I have a dataset of locations in Lat/Lon format of users in a time period. I would like to calculate the distance these users traveled. Sample dataset:
我曾想过使用自定义聚合器函数,但似乎没有 Python 支持.而且操作需要按特定顺序在相邻点上完成,所以我不知道自定义聚合器是否有效.
I have thought of using a custom aggregator function but it seems there is no Python support for this. Moreover the operations need to be done on adjacent points in a specific order, so I don't know if a custom aggregator would work.
I have also looked at reduceByKey
but the operator requirements don't seem to be met by the distance function.
有没有办法在 Spark 中以高效的方式执行此操作?
Is there a way to perform this operation in an efficient manner in Spark?

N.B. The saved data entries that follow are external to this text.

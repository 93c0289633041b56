import * as tf from '@tensorflow/tfjs';
import { EnvironmentError, TrainingError } from '../errors.js';
import type { Stream } from '../random/stream.js';
import { shapeText } from '../tensor/checks.js';
import { forgetFailedTape } from '../tensor/engine.js';
import { findFlaw } from './diagnose.js';
import { holdState } from './heldState.js';
import { requireSlotOrder } from './optimizerState.js';
import { rescueNorm } from './rescueNorm.js';
import { listParts, type Parts, partsOf, type Trainable } from './trainable.js';
import type { NamedVariable } from './variables.js';

/** What a step is taken on. */
export interface StepInput<Data> {
  /** The step's number, for messages. */
  readonly step: number;
  readonly data: Data;
  /** Which rows of the whole data these are, for messages. */
  readonly rows: Int32Array;
  /** The step's draws, from their beginning at each call. */
  readonly draws: () => Stream;
}

/** What a step measured before it changed the variables. */
export interface StepReport {
  /** The mean bound of the batch, in nats per data point. */
  readonly bound: number;
  readonly parts: Parts<number>;
  /** The gradient's Euclidean norm over all variables, before clipping. */
  readonly gradientNorm: number;
}

/** What one backward pass gave; tensors are the holder's to dispose. */
interface Pass {
  readonly loss: tf.Scalar;
  readonly value: tf.Tensor;
  readonly parts: Parts<tf.Tensor>;
  readonly grads: tf.NamedTensorMap;
}

const where = 'train';

/** Takes gradient steps, each checked before it changes a variable. */
export class GradientStep<Data> {
  readonly #bound: Trainable<Data>;
  readonly #optimizer: tf.Optimizer;
  readonly #clip: number;
  readonly #explicit: boolean;
  #variables: readonly NamedVariable[] | undefined;

  /** Without `variables`, every trainable variable that the first step reaches. */
  constructor(
    bound: Trainable<Data>,
    optimizer: tf.Optimizer,
    variables: readonly NamedVariable[] | undefined,
    clip = Number.POSITIVE_INFINITY,
  ) {
    this.#bound = bound;
    this.#optimizer = optimizer;
    this.#variables = variables;
    this.#explicit = variables !== undefined;
    this.#clip = clip;
    if (variables)
      requireSlotOrder(
        where,
        optimizer,
        variables.map(({ variable }) => variable),
      );
  }

  /** One step: gradients, checks, clipping, update. A refused step changes nothing. */
  async take(input: StepInput<Data>): Promise<StepReport> {
    const pass = this.#backward(input);
    try {
      const variables = this.#reached(pass.grads);
      const gradients = variables.map(({ variable }) => pass.grads[variable.name]!);
      const parts = listParts(pass.parts);
      const statistics = tf.tidy(() =>
        tf.stack([
          pass.loss,
          ...[pass.value, ...parts.map(({ term }) => term)].map((term) => tf.mean(term)),
          ...gradients.map((gradient) => tf.sum(tf.square(gradient))),
        ]),
      );
      // One read-back for all checks, since on an accelerator each costs a round trip.
      const numbers = (await statistics.data()) as Float32Array;
      statistics.dispose();
      const squares = numbers.subarray(2 + parts.length);
      let norm = Math.sqrt(squares.reduce((sum, square) => sum + square, 0));
      if (!numbers.every(Number.isFinite)) {
        norm = await rescueNorm({
          ...input,
          ...pass,
          bound: this.#bound,
          clip: this.#clip,
          gradients,
          variables,
        });
      }
      await this.#update(input.step, variables, gradients, norm);
      return { bound: numbers[1]!, parts: partsOf(parts, numbers.subarray(2)), gradientNorm: norm };
    } finally {
      tf.dispose([
        pass.loss,
        pass.value,
        pass.parts.logLikelihood,
        pass.parts.divergence,
        pass.grads,
      ] as tf.TensorContainer);
    }
  }

  #backward(input: StepInput<Data>): Pass {
    let kept: Pick<Pass, 'value' | 'parts'> | undefined;
    let made: tf.Scalar | undefined;
    const loss = (): tf.Scalar => {
      const { value, surrogate, parts } = this.#bound.estimate(input.data, input.draws());
      const rows = value.shape[0];
      if (value.rank !== 1 || !rows || surrogate.size !== 1) {
        throw new TrainingError(
          `${where}: bound must estimate value as [dataPoints] and surrogate as a scalar; got shapes ${shapeText(value.shape)} and ${shapeText(surrogate.shape)}; sum the surrogate over data points`,
        );
      }
      kept = { value: tf.keep(value), parts };
      for (const { term } of listParts(parts)) tf.keep(term);
      made = tf.div(surrogate.asScalar(), -rows);
      return made;
    };
    try {
      const { value, grads } = tf.variableGrads(
        loss,
        this.#variables?.map(({ variable }) => variable),
      );
      return { ...kept!, loss: value, grads };
    } catch (cause) {
      made?.dispose();
      forgetFailedTape();
      if (kept)
        tf.dispose([kept.value, kept.parts.logLikelihood, kept.parts.divergence] as tf.TensorContainer);
      if (cause instanceof Error && /Cannot find a connection|to be trainable/.test(cause.message)) {
        throw new TrainingError(
          `${where}: bound must depend on a trainable variable; got none; use your tf.Variables inside the model's conditionals, and detach() nothing on the way`,
          { cause },
        );
      }
      const [, kernel, backend] =
        /Kernel '(.+?)' not registered for backend '(.+?)'/.exec((cause as Error)?.message ?? '') ?? [];
      if (kernel) {
        throw new EnvironmentError(
          `${where}: the backend must have every operation that the model and its gradient use; got ${backend}, which lacks ${kernel}; call await tf.setBackend('cpu') before the model is built`,
          { cause },
        );
      }
      throw cause;
    }
  }

  #reached(grads: tf.NamedTensorMap): readonly NamedVariable[] {
    if (!this.#variables) {
      const registered = tf.engine().registeredVariables;
      this.#variables = Object.keys(grads).map((name) => ({ name, variable: registered[name]! }));
      requireSlotOrder(
        where,
        this.#optimizer,
        this.#variables.map(({ variable }) => variable),
      );
    }
    const missed = this.#variables.find(({ variable }) => !grads[variable.name]);
    if (missed) {
      throw new TrainingError(
        `${where}: ${this.#explicit ? 'every one of variables' : 'every variable that the first step reached'} must be reached by the bound; got no gradient for ${missed.name}; leave it out, or use it in a conditional`,
      );
    }
    return this.#variables;
  }

  async #update(
    step: number,
    variables: readonly NamedVariable[],
    gradients: readonly tf.Tensor[],
    norm: number,
  ): Promise<void> {
    const clipped =
      norm > this.#clip ? gradients.map((gradient) => tf.mul(gradient, this.#clip / norm)) : undefined;
    const held = holdState(
      this.#optimizer,
      variables.map(({ variable }) => variable),
    );
    try {
      this.#optimizer.applyGradients(
        variables.map(({ variable }, i) => ({ name: variable.name, tensor: (clipped ?? gradients)[i]! })),
      );
      const sums = tf.tidy(() => tf.stack(variables.map(({ variable }) => tf.sum(variable))));
      const totals = await sums.data();
      sums.dispose();
      for (const [i, { name, variable }] of variables.entries()) {
        // A sum may overflow where no term does, so it only says where to look.
        const flaw = Number.isFinite(totals[i]) ? undefined : await findFlaw(variable);
        if (!flaw) continue;
        throw new TrainingError(
          `${where}: step ${step} must leave variables finite; got ${flaw.value} for ${name} from a finite gradient of norm ${norm}; no variable was changed: lower the learning rate, or give the optimizer a positive epsilon`,
        );
      }
    } catch (error) {
      held.restore();
      throw error;
    } finally {
      held.dispose();
      if (clipped) tf.dispose(clipped);
    }
  }
}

It looks like a job for window functions. Assuming we define distance as:
from pyspark.sql.functions import acos, cos, sin, lit, toRadians
def dist(long_x, lat_x, long_y, lat_y):
return acos(
sin(toRadians(lat_x)) * sin(toRadians(lat_y)) +
cos(toRadians(lat_x)) * cos(toRadians(lat_y)) *
cos(toRadians(long_x) - toRadians(long_y))
) * lit(6371.0)
from pyspark.sql.window import Window
w = Window().partitionBy("User").orderBy("Timestamp")
并使用 lag
and compute distances between consecutive observations using lag
from pyspark.sql.functions import lag
df.withColumn("dist", dist(
"longitude", "latitude",
lag("longitude", 1).over(w), lag("latitude", 1).over(w)
After that you can perform standard aggregation.